C’est ce qui ressort du discours d’ouverture du sixième Forum des pays exportateurs de gaz naturel, qui se tient sous le slogan « Gaz naturel : tracer l’avenir énergétique » dans la capitale qatarie, Doha, mardi.

Al Thani a déclaré que « le sommet se déroule aujourd’hui dans un contexte de défis imposés par la pandémie de Covid-19 depuis plus de deux ans, laissant son empreinte sur divers aspects de la vie humaine dans le monde ».

L’émir a souligné que « la flexibilité et la coopération internationale sont toujours des facteurs importants pour transformer les défis en opportunités, et pour passer à une nouvelle situation normale qui garantit la poursuite de la croissance et de la prospérité, que chacun cherche à atteindre ».

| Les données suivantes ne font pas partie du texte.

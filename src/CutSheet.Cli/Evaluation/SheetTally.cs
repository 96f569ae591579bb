using CutSheet.Cli.Output;
using CutSheet.Language.Diagnostics;
using CutSheet.Language.Results;

namespace CutSheet.Cli.Evaluation;

/// <summary>Counts of what one or more sheets produced, from which summaries and exit codes are made.</summary>
internal sealed record SheetTally
{
    public int Sheets { get; init; }
    public int Errors { get; init; }
    public int Warnings { get; init; }
    public int Infos { get; init; }
    public int ChecksPassed { get; init; }
    public int ChecksFailed { get; init; }
    public int ChecksNotEvaluated { get; init; }

    /// <summary>Cautions that fired, accepted or not.</summary>
    public int CautionsRaised { get; init; }

    public int CautionsAccepted { get; init; }

    /// <summary>Fired cautions the sheet has not accepted: the statements' cautions, or caution findings (CUT4101–CUT4104), whichever counts more.</summary>
    public int CautionsUnaccepted { get; init; }

    /// <summary>Tallies sheets with the given findings (which the caller may have de-duplicated across sheets).</summary>
    public static SheetTally Of(IReadOnlyList<SheetResult> results, IEnumerable<Finding> findings)
    {
        var list = findings.ToList();
        var checks = results.SelectMany(r => r.Checks).ToList();
        var cautions = results.SelectMany(r => r.Cautions).ToList();
        int cautionFindings = list.Count(f => CautionCodes.IsUnaccepted(f.Code));
        return new SheetTally
        {
            Sheets = results.Count,
            Errors = list.Count(f => f.Severity == Severity.Error),
            Warnings = list.Count(f => f.Severity == Severity.Warning),
            Infos = list.Count(f => f.Severity == Severity.Information),
            ChecksPassed = checks.Count(c => c.Status == CheckStatus.Passed),
            ChecksFailed = checks.Count(c => c.Status == CheckStatus.Failed),
            ChecksNotEvaluated = checks.Count(c => c.Status == CheckStatus.NotEvaluated),
            CautionsRaised = cautions.Count,
            CautionsAccepted = cautions.Count(c => c.IsAccepted),
            CautionsUnaccepted = Math.Max(cautions.Count(c => !c.IsAccepted), cautionFindings),
        };
    }

    public static SheetTally Of(SheetEvaluation evaluation) => Of([evaluation.Result], evaluation.Findings);

    /// <summary>True when a check failed or could not be evaluated: either way the sheet does not prove what it claims.</summary>
    public bool HasUnprovenChecks => ChecksFailed > 0 || ChecksNotEvaluated > 0;

    /// <summary>True when the safety notice belongs under the output.</summary>
    public bool NeedsSafetyNotice => CautionsRaised > 0 || HasUnprovenChecks;
}
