using CutSheet.Cli.Commands;
using CutSheet.Cli.Output;

namespace CutSheet.Cli.Evaluation;

/// <summary>
/// The outcome of <c>cutsheet check</c> over all its sheets: the evaluations in path order, the findings
/// with duplicates removed (a file imported by several checked sheets reports once), the totals and the exit code.
/// </summary>
internal sealed record CheckRun(
    IReadOnlyList<SheetEvaluation> Sheets,
    IReadOnlyList<Finding> Findings,
    SheetTally Tally,
    FailOn FailOn,
    int ExitCode,
    string WorkingDirectory)
{
    public static CheckRun From(IReadOnlyList<SheetEvaluation> sheets, FailOn failOn, string workingDirectory)
    {
        var seen = new HashSet<(string, SourceRange, string, string)>();
        var findings = sheets
            .SelectMany(s => s.Findings)
            .Where(f => seen.Add((f.FullPath, f.Range, f.Code, f.Message)))
            .ToList();
        var tally = SheetTally.Of(sheets.Select(s => s.Result).ToList(), findings);
        return new CheckRun(sheets, findings, tally, failOn, FailurePolicy.ForCheck(tally, failOn), workingDirectory);
    }
}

Le Forum, qui a commencé au niveau technique depuis la journée du dimanche, fait suite aux réunions et discussions dans le secteur de l’énergie, en particulier, celui du gaz naturel, pour épargner une pénurie à l’Europe, en cas de guerre entre la Russie et l’Ukraine, cette dernière étant soutenue par les États-Unis et les pays de l’Union européenne.

L’émir du Qatar a déclaré que « le dialogue au sein du Forum est l’occasion de mettre en avant le rôle central du gaz naturel dans la transition énergétique, et dans la recherche d’une source d’énergie fiable qui offre le juste équilibre entre la croissance économique et les défis environnementaux ».

« Au cours des deux dernières décennies, le monde a été le théâtre d’un changement majeur dans la carte énergétique, où le gaz naturel a occupé une place centrale et a pu occuper des espaces énergétiques grandissants dans de nombreux pays du monde », a-t-il ajouté.

Il a exprimé l’engagement de Doha à soutenir la transition vers une énergie à faible émission de carbone, tout en s’efforçant d’éliminer davantage de carbone de la chaîne de production gazière.

Le souverain qatari a annoncé « l’entrée en fonction depuis plusieurs années de la plus grande installation jamais réalisée dans la région du Moyen-Orient et d’Afrique du Nord, pour isoler et retenir le carbone, avec une capacité annuelle de 2,5 millions de tonnes de dioxyde de carbone par an… Cette capacité atteindra les 9 millions de tonnes à l’horizon 2030 ».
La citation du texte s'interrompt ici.